A single stretch of the material below is to be transcribed exactly, starting at the line with "filename src/potential/grid.rs" and ending after the line with "around it are".

• Extracted material
*-*-*
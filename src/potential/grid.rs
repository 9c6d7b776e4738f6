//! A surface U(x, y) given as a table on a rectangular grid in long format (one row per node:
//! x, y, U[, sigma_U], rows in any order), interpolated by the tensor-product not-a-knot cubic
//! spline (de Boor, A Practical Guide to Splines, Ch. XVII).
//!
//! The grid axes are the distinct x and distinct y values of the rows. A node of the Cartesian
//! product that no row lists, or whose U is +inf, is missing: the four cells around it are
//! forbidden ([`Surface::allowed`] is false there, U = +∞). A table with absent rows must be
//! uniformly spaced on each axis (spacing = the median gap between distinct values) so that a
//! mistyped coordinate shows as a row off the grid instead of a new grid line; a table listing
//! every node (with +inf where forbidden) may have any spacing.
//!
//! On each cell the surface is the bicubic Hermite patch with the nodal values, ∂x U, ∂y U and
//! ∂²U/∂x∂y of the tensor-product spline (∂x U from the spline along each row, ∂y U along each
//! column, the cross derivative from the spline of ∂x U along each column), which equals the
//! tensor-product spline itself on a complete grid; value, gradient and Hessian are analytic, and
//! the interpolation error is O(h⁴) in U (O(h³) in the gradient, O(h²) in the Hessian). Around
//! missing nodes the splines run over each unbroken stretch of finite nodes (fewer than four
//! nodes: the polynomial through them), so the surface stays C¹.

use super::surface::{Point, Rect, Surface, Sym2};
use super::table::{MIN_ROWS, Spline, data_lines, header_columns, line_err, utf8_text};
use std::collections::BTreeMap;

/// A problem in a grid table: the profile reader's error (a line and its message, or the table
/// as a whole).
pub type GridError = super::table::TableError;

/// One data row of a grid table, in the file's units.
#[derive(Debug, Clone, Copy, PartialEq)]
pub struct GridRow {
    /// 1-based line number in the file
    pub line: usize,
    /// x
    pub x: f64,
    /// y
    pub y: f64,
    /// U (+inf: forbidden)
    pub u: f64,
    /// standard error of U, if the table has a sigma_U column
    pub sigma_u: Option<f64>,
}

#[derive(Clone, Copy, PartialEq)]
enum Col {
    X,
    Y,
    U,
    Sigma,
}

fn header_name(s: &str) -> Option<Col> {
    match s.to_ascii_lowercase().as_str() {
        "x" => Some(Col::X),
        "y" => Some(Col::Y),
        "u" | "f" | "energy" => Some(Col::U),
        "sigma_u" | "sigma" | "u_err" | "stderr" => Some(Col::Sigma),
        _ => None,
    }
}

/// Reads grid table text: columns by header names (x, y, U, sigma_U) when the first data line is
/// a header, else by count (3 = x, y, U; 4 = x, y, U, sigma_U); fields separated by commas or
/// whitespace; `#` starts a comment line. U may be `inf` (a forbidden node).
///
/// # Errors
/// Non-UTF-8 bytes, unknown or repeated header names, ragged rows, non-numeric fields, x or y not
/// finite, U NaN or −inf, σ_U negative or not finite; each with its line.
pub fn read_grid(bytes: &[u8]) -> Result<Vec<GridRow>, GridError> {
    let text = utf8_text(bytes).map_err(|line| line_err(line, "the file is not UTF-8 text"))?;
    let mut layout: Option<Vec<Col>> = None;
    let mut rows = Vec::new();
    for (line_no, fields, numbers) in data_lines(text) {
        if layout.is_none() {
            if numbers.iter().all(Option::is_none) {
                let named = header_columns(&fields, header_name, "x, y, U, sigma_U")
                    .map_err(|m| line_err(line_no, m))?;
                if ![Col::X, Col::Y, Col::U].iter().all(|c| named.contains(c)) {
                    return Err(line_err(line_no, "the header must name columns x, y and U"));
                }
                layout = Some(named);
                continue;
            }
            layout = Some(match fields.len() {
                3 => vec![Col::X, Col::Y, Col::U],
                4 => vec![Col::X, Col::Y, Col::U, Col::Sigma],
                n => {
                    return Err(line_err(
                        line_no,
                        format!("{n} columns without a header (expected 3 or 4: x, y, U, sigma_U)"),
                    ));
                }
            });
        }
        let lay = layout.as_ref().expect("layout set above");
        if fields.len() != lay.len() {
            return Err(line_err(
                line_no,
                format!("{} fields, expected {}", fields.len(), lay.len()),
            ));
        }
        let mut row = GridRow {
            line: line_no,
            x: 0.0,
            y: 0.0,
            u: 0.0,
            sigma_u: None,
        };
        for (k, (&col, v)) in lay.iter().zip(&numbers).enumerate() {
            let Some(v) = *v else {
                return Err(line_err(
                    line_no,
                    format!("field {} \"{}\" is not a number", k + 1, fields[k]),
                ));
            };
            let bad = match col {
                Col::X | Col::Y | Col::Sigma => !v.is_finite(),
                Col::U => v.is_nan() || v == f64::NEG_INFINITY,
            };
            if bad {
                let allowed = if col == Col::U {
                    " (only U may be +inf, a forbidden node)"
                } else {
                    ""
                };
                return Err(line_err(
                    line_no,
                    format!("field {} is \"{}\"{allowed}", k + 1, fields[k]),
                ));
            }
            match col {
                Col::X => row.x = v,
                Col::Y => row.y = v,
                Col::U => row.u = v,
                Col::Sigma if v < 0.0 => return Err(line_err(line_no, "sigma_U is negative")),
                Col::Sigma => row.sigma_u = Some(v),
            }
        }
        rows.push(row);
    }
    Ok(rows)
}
*-*-*
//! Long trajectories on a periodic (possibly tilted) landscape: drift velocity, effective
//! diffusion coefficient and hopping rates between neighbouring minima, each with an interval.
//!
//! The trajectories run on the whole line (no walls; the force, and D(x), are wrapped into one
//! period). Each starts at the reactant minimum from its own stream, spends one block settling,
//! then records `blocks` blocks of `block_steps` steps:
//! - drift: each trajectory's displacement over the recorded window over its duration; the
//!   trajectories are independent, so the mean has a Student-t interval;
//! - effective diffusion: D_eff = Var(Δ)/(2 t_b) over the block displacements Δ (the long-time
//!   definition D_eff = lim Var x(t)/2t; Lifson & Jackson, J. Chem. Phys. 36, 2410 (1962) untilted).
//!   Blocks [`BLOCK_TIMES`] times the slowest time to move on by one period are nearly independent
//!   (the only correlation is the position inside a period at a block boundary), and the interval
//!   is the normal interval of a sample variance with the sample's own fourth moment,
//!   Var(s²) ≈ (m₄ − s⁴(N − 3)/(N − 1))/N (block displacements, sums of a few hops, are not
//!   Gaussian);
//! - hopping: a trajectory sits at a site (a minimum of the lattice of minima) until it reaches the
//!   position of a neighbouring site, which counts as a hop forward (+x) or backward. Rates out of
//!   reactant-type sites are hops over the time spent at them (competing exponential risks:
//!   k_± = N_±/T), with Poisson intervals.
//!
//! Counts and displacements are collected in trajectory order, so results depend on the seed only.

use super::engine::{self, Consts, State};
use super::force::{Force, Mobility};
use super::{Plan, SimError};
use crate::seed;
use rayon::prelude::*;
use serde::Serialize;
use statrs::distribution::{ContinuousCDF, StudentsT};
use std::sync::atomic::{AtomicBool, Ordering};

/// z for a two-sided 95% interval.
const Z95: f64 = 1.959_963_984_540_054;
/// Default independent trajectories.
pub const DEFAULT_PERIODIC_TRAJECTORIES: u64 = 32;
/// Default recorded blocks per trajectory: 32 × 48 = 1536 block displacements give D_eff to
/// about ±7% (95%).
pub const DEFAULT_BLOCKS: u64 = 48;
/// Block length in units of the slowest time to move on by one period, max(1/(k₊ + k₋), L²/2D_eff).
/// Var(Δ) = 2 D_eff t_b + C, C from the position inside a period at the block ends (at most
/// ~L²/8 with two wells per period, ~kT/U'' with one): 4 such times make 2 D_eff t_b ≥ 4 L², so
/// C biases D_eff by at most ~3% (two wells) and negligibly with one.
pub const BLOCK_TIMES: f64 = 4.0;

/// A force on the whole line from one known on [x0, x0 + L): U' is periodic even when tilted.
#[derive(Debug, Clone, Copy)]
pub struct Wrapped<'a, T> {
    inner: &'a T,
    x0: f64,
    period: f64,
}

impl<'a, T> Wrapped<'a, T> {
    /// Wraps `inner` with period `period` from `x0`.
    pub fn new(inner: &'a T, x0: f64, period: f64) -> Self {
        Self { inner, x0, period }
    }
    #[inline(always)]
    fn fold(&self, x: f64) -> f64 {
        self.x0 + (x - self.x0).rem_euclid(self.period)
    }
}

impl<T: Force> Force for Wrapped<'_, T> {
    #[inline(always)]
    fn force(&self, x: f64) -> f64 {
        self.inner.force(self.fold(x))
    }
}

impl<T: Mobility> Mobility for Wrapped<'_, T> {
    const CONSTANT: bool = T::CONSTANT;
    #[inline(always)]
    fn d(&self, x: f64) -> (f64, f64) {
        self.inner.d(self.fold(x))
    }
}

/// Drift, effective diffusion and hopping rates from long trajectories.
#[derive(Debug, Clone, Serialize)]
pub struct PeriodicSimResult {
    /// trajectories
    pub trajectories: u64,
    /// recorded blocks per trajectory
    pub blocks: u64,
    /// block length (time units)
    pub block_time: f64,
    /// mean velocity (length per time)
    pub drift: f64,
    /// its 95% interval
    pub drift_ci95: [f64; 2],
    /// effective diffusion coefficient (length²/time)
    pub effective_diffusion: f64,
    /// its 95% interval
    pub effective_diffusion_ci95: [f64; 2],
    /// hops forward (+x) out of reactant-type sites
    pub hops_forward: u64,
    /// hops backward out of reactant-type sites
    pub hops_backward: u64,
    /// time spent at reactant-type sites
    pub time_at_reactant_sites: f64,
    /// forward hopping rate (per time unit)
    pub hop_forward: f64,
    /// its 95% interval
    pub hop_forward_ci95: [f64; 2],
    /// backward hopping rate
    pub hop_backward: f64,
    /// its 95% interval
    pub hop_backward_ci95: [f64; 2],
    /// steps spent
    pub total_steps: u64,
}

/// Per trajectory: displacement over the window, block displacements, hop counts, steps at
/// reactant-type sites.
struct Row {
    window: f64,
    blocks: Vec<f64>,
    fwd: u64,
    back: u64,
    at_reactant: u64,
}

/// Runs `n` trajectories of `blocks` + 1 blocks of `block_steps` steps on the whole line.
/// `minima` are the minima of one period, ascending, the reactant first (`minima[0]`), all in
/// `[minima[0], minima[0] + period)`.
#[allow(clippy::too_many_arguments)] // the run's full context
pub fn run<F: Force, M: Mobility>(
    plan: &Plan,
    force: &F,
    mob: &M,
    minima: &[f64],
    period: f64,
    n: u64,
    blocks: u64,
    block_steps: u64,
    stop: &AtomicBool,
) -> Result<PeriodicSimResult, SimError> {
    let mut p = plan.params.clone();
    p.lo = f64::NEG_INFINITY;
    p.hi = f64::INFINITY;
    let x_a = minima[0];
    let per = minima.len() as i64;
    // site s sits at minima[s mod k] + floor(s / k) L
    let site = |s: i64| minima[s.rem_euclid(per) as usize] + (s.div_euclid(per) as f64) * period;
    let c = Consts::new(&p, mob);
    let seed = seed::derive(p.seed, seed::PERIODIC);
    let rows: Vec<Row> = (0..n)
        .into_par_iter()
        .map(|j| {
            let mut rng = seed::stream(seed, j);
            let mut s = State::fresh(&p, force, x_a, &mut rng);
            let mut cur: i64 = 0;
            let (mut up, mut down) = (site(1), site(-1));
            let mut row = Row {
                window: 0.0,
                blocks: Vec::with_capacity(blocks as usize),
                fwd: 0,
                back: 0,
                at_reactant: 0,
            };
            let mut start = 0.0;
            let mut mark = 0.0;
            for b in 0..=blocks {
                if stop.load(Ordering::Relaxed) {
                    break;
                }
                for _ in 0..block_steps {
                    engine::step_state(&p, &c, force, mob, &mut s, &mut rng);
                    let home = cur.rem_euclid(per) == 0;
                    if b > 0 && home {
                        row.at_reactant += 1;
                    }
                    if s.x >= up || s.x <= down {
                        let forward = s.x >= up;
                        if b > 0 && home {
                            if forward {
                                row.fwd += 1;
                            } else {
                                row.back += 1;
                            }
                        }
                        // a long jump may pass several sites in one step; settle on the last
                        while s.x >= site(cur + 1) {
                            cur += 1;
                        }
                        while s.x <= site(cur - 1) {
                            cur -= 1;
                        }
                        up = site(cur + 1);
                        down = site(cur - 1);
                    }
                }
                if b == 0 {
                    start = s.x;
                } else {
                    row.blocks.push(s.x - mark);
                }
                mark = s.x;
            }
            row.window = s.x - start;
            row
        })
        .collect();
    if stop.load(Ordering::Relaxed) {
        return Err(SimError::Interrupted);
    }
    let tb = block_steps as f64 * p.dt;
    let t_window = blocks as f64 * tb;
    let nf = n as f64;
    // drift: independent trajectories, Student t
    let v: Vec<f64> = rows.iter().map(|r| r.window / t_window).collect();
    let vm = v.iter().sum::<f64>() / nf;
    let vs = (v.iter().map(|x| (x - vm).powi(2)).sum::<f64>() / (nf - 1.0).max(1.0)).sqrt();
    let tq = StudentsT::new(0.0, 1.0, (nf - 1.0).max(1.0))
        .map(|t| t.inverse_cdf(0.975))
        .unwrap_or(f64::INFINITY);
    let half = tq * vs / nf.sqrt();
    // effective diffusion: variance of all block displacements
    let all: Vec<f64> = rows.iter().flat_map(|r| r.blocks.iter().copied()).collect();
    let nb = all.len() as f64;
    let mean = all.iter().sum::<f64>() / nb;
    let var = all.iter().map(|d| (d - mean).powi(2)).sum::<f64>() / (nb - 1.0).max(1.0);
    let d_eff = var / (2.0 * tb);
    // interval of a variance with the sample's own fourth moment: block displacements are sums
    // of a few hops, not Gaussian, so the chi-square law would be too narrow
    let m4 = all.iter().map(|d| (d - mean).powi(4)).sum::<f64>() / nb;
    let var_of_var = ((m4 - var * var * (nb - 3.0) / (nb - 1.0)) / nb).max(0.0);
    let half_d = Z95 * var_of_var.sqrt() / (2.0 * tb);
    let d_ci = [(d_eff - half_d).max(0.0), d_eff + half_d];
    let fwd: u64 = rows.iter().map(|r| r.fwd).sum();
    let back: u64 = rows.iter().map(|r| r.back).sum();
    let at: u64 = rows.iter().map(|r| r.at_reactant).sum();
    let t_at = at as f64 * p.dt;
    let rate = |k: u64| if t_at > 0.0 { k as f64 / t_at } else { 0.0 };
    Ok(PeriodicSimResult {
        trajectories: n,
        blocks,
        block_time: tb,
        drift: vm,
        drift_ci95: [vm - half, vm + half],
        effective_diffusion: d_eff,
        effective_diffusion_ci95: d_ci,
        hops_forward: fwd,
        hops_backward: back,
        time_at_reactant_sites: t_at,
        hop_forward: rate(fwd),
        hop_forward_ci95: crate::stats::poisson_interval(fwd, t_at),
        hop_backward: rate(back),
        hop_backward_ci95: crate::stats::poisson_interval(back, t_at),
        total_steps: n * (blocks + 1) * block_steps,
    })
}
*-*-*
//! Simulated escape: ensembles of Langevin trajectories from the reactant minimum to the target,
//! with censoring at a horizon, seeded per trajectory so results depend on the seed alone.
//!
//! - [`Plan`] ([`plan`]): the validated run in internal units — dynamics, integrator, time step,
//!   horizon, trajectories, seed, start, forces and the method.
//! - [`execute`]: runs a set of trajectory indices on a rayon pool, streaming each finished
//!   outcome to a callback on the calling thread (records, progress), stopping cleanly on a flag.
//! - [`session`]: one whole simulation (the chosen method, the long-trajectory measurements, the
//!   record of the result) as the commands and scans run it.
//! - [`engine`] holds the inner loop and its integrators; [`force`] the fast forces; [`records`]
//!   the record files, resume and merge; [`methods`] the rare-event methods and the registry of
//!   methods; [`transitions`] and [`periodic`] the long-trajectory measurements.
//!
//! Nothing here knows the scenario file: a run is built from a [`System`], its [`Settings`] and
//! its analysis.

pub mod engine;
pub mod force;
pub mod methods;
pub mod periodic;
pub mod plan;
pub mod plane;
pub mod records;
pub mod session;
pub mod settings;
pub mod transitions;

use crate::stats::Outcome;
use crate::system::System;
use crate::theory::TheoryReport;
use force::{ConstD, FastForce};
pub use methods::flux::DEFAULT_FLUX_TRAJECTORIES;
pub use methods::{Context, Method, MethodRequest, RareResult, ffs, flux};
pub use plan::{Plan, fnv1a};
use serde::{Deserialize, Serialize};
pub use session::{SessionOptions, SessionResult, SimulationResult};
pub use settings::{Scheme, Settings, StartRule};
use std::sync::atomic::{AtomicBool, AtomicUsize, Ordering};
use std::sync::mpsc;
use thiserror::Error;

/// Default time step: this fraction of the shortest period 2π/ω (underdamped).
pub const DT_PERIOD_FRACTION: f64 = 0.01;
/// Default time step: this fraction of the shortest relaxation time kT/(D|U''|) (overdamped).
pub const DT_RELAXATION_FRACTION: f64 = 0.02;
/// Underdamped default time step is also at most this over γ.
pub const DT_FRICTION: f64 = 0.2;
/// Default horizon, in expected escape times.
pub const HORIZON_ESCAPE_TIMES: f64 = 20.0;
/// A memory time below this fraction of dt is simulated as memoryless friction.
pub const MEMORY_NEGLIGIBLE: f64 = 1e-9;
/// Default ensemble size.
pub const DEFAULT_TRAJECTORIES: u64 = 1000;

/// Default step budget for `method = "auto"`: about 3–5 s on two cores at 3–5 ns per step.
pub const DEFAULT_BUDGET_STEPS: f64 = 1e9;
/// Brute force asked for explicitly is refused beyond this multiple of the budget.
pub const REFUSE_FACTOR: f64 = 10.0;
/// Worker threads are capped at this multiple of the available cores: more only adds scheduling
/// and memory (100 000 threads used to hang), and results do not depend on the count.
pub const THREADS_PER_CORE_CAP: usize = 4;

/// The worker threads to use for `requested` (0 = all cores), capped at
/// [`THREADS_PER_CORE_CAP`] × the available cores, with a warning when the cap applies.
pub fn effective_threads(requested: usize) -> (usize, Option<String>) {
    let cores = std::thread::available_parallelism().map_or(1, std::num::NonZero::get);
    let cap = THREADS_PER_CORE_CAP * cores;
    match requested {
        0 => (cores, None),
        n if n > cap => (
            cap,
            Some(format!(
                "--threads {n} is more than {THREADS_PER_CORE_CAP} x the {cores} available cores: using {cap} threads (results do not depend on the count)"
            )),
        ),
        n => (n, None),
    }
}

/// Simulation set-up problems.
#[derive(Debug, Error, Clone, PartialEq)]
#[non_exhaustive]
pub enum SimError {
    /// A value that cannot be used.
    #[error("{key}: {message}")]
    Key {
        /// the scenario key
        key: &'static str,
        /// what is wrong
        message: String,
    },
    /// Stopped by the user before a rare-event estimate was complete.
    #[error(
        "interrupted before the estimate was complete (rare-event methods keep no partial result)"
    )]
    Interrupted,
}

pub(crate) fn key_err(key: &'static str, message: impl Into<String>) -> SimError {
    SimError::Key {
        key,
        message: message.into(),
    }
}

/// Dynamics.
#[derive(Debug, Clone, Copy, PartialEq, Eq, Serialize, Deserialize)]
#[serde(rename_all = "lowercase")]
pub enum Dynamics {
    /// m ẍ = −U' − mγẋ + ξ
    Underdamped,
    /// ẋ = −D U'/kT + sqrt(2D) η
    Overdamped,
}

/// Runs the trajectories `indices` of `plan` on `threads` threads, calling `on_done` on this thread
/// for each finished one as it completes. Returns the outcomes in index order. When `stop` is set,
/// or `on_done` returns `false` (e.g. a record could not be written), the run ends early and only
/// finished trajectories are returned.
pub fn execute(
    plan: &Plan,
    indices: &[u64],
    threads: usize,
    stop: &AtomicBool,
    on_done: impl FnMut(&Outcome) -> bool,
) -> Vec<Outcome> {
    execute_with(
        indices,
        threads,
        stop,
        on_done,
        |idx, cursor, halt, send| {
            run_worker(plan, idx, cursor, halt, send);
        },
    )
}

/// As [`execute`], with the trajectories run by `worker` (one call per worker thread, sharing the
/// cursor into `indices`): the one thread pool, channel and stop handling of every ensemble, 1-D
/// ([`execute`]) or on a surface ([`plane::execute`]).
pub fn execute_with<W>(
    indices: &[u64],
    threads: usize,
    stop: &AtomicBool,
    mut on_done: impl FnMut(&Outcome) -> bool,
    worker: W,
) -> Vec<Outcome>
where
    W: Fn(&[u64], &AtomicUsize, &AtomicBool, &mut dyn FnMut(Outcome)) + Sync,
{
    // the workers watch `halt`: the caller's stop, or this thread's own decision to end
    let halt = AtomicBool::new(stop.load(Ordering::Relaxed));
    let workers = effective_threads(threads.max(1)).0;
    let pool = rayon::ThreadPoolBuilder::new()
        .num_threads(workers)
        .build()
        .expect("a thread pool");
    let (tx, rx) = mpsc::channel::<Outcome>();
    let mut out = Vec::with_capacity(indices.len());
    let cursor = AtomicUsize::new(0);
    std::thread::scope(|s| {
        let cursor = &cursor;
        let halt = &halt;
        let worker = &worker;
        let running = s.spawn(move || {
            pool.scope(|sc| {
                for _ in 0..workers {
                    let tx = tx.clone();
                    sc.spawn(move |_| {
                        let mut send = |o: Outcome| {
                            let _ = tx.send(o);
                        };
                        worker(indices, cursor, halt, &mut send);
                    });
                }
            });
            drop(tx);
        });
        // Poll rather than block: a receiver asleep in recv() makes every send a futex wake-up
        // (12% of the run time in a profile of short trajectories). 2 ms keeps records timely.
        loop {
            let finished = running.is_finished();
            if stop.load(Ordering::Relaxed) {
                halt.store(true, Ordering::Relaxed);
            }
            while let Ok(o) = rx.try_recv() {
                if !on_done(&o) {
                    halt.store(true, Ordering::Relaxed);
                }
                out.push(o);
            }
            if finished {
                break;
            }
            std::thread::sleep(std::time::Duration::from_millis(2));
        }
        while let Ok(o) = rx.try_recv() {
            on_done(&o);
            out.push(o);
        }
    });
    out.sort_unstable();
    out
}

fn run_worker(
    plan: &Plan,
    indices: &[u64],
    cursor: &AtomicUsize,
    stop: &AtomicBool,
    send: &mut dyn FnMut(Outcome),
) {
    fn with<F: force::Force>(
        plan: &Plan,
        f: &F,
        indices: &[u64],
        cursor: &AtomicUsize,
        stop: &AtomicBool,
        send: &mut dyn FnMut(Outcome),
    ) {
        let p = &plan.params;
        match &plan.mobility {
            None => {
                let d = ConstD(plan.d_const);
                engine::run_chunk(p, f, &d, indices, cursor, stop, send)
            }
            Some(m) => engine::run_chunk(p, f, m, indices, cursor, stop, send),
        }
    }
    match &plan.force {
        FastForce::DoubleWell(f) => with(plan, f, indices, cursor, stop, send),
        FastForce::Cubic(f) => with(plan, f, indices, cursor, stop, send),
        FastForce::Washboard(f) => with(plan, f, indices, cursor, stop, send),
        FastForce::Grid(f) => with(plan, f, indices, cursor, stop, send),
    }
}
*-*-*
• Written solution
filename src/potential/grid.rs
repository 9c6d7b776e4738f6
//! A surface U(x, y) given as a table on a rectangular grid in long format (one row per node:
//! x, y, U[, sigma_U], rows in any order), interpolated by the tensor-product not-a-knot cubic
//! spline (de Boor, A Practical Guide to Splines, Ch. XVII).
//!
//! The grid axes are the distinct x and distinct y values of the rows. A node of the Cartesian
//! product that no row lists, or whose U is +inf, is missing: the four cells around it are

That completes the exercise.